AIM OF THE TASK: Tally the lines in the data below where the word "samples" appears, and give the tally alone.
[Opening INFORMATION SUPPLIED section]
def _handle_lines(r: dict[str, Any]) -> list[str]:
    """Each probed worker's ``Pipeline.handle`` calls (``--probe-groups``), per step.

    µs of thread CPU per call, all calls and split by the gap since that worker's
    previous call (``handle_stats``), and ``handle`` CPU per fix the worker matched.
    """
    out = []
    for row in r["steps"]:
        for k, h in enumerate(row.get("worker_handle") or []):
            if not h["calls"]:
                continue
            soon, late = h["soon"], h["after_gap"]
            out.append(
                f"| {row['repeat']} | {row['system']} | w{k} | {row['loadavg_1m']} | "
                f"{h['calls']:,} | {h['ms'] / h['calls'] * 1000:.1f} / {fmt(h['median'])} | "
                f"{soon[0] / max(1, soon[0] + late[0]):.1%} | {fmt(soon[1])} / "
                f"{fmt(soon[2])} | {fmt(late[1])} / {fmt(late[2])} |")
    if not out:
        return []
    return ["", "`Pipeline.handle` in every probed worker (`--probe-groups`): thread CPU "
            f"per call; *soon*: within {GAP_S * 1000:g} ms of the worker's previous call's "
            "end; *after a gap*: later.", "",
            "| round | system | worker | load avg | calls | µs per call mean / median | "
            "soon | soon: mean / median µs | after a gap: mean / median µs |",
            "|---:|---|---|---:|---:|---:|---:|---:|---:|", *out, ""]


def _standby_cost_lines(r: dict[str, Any]) -> list[str]:
    """What standing by costs a worker, from ``livematch-2sm`` next to ``livematch-2s0``.

    In ``livematch-2sm`` w0 stands by for w1's shards and w1 for none; in
    ``livematch-2s0`` neither does. Both steps match the same vehicles on the same
    workers, so w0 / w1 in ``livematch-2s0`` is the pair's own imbalance (w0 holds a few
    more vehicles), and (w0 / w1 in ``livematch-2sm``) / (w0 / w1 in ``livematch-2s0``)
    - 1 is what standing by adds to w0's CPU: each ratio is taken within one step, so
    the machine's drift between steps cancels (both workers share it), unlike
    ``livematch-2s`` against ``livematch-2s0``, whose steps run a minute apart. The added
    CPU per fix of the whole feed is w0 - w1 x (w0 / w1 without standbys), from the
    ``livematch-2sm`` step. The same for ``livematch-2smc`` (w0 stands by on a second
    connection, ``group.standby_connection``). Empty without ``livematch-2s0``.
    """
    out: list[str] = []
    for (mixed, field) in [(m, f) for m in ("livematch-2sm", "livematch-2smc")
                           for f in ("worker_ms_per_fix", "worker_run_ms_per_fix")]:
        if not {mixed, "livematch-2s0"} <= set(r["systems"]):
            continue
        each = []
        for k in range(1, r["repeat"] + 1):
            got = {}
            for row in r["steps"]:
                w = row.get(field) or []
                if row["repeat"] == k and row["system"] in (mixed, "livematch-2s0") \
                        and len(w) == 2 and min(w) > 0:
                    got[row["system"]] = w
            if len(got) == 2:
                (m0, m1), (z0, z1) = got[mixed], got["livematch-2s0"]
                base = z0 / z1
                each.append(((m0 / m1) / base - 1, m0 - m1 * base))
        if not each:
            continue
        how = " on a second connection" if mixed.endswith("c") else ""
        clock = (" (the scheduler's run time of each worker's threads, ns, "
                 "`/proc/PID/task/*/schedstat`)" if field == "worker_run_ms_per_fix"
                 else "")
        out.append(
            f"{mixed} against livematch-2s0 (w0 stands by for w1's shards{how} in the "
            f"first, neither in the second): what standing by adds to w0's CPU{clock}, "
            "(w0 / w1 with) / (w0 / w1 without) - 1, per round: "
            + ", ".join(f"{x:+.1%}" for x, _ in each)
            + f" (median {statistics.median(x for x, _ in each):+.1%}); in CPU ms per fix "
            "of the whole feed: " + ", ".join(f"{d:+.3f}" for _, d in each)
            + f" (median {statistics.median(d for _, d in each):+.3f}).")
    return out


# ---------------------------------------------------------------- the profile mode
def _spans(rows: list[tuple[float, float]], gap_ms: float) -> list[tuple[float, float, int]]:
    """Calls closer than ``gap_ms`` merged: (start epoch s, summed ms, calls)."""
    out: list[tuple[float, float, int]] = []
    for at, ms in sorted(rows):
        start = at - ms / 1000
        if out and start - out[-1][0] - out[-1][1] / 1000 <= gap_ms / 1000:
            s0, total, n = out[-1]
            out[-1] = (s0, total + ms, n + 1)
        else:
            out.append((start, ms, 1))
    return out


def collapsed_stacks(path: Path) -> Iterator[tuple[str, int]]:
    """The (stack, samples) lines of a py-spy collapsed (``--format raw``) file."""
    for line in path.read_text(encoding="utf-8").splitlines():
        stack, _, count = line.rpartition(" ")
        if stack:
            yield stack, int(count)


def _stack_table(path: Path, top: int) -> dict[str, list[tuple[str, float]]]:
    """py-spy collapsed stacks: the functions with most samples, self and inclusive."""
    own: dict[str, int] = {}
    incl: dict[str, int] = {}
    total = 0
    for stack, n in collapsed_stacks(path):
        total += n
        frames = [f.split(" (")[0] + " (" + f.split(" (")[-1].split(":")[0].split("/")[-1]
                  + ")" if " (" in f else f for f in stack.split(";")[1:]]
        if frames:
            own[frames[-1]] = own.get(frames[-1], 0) + n
        for f in set(frames):
            incl[f] = incl.get(f, 0) + n

    def share(d: dict[str, int]) -> list[tuple[str, float]]:
        return [(k, round(v / total, 3)) for k, v in sorted(d.items(), key=lambda kv: -kv[1])
                [:top]]
    return {"samples": [("all", float(total))], "self": share(own), "inclusive": share(incl)}


def profile(rate: int, seconds: int, generators: int, nodelay: bool, freeze: bool,
            inflight: int, py_spy: bool, out: Path, name: str) -> dict[str, Any]:
    """One livematch-1 step under the probes (and py-spy): where the time and p99 go."""
    with tempfile.TemporaryDirectory(prefix="lm-profile-") as tmp:
        folder = Path(tmp)
        pool = folder / "pool.npz"
        make_pool(pool)
        row = run_step("livematch-1", rate, seconds, generators, pool, probe_to=folder,
                       nodelay=nodelay, freeze=freeze, inflight=inflight, py_spy=py_spy)
        rec = json.loads((folder / "probe.w0.json").read_text(encoding="utf-8"))
        fixes = json.loads((folder / "fixes.json").read_text(encoding="utf-8"))
        stacks = (_stack_table(folder / "py-spy.txt", 25)
                  if (folder / "py-spy.txt").exists() else None)
    t0 = fixes["t0"]
    lo, hi = t0, t0 + seconds + GRACE_S

    def within(rows: list[list[float]]) -> list[list[float]]:
        return [r for r in rows if lo <= r[0] <= hi]

    handle = sorted(r[1] for r in within(rec["handle"]))
    exports = [(r[0], r[1]) for r in within(rec["export"])]
    bursts = _spans(exports, 5.0)
    gcs = within(rec["gc"])
    stalls = sorted(within(rec["stall"]), key=lambda r: -r[1])
    slow = [(ft, at - ft) for ft, at in fixes["fixes"] if at - ft >= 0.1]
    window = [(r[0] - r[1] / 1000, r[0]) for r in stalls]

    def during(t: float, rows: list[tuple[float, float]]) -> bool:
        return any(a <= t <= b for a, b in rows)

    slow_in_stall = sum(1 for ft, lat in slow
                        if any(ft <= b and ft + lat >= a for a, b in window))

    def overlaps(a: float, b: float) -> dict[str, Any]:
        return {"gc_ms": round(sum(g[2] for g in gcs if a <= g[0] <= b + 0.001), 1),
                "gc_gen2": sum(1 for g in gcs if g[1] == 2 and a <= g[0] <= b + 0.001),
                "export_ms": round(sum(ms for at, ms in exports if a <= at <= b + 0.001), 1),
                "exports": sum(1 for at, _ in exports if a <= at <= b + 0.001),
                "handle_ms": round(sum(r[1] for r in within(rec["handle"])
                                       if a <= r[0] <= b + 0.001), 1)}

    lat = sorted(at - ft for ft, at in fixes["fixes"])
    result = {
        "rate": rate, "seconds": seconds, "git": git_state(), "nodelay": nodelay,
        "freeze": freeze, "broker_nodelay": BROKER_NODELAY,
        "inflight": inflight,
        "objects_at_exit": rec.get("objects_at_exit"), "step": row,
        "latency_ms": {"p50": percentile(lat, 0.5), "p99": percentile(lat, 0.99),
                       "max": percentile(lat, 1.0), "fixes": len(lat),
                       ">=100ms": len(slow), "of them waiting out a loop stall": slow_in_stall},
        "handle_ms": {"calls": len(handle), "p50": round(handle[len(handle) // 2], 3),
                      "p99": round(handle[int(0.99 * (len(handle) - 1))], 2),
                      "max": round(handle[-1], 1), "busy_share": round(
                          sum(handle) / 1000 / (seconds + GRACE_S), 3)} if handle else {},
        "checkpoint": {"exports": len(exports),
                       "export_ms_mean": round(sum(ms for _, ms in exports)
                                               / max(1, len(exports)), 3),
                       "bursts": len(bursts),
                       "largest_bursts": [(round(a - t0, 2), round(ms, 1), n) for a, ms, n in
                                          sorted(bursts, key=lambda b: -b[1])[:5]]},
        "gc": {str(g): {"count": sum(1 for r in gcs if r[1] == g),
                        "total_ms": round(sum(r[2] for r in gcs if r[1] == g), 1),
                        "max_ms": round(max([r[2] for r in gcs if r[1] == g] or [0.0]), 1)}
               for g in (0, 1, 2)},
        "stalls": {"count": len(stalls), "total_ms": round(sum(r[1] for r in stalls), 1),
                   "worst": [{"at_s": round(r[0] - r[1] / 1000 - t0, 2),
                              "ms": round(r[1], 1),
                              **overlaps(r[0] - r[1] / 1000, r[0])} for r in stalls[:10]]},
        "py_spy": stacks,
    }
    return publish_result(out, name, result, render_profile(result))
[Closing INFORMATION SUPPLIED section]
ANSWER: 3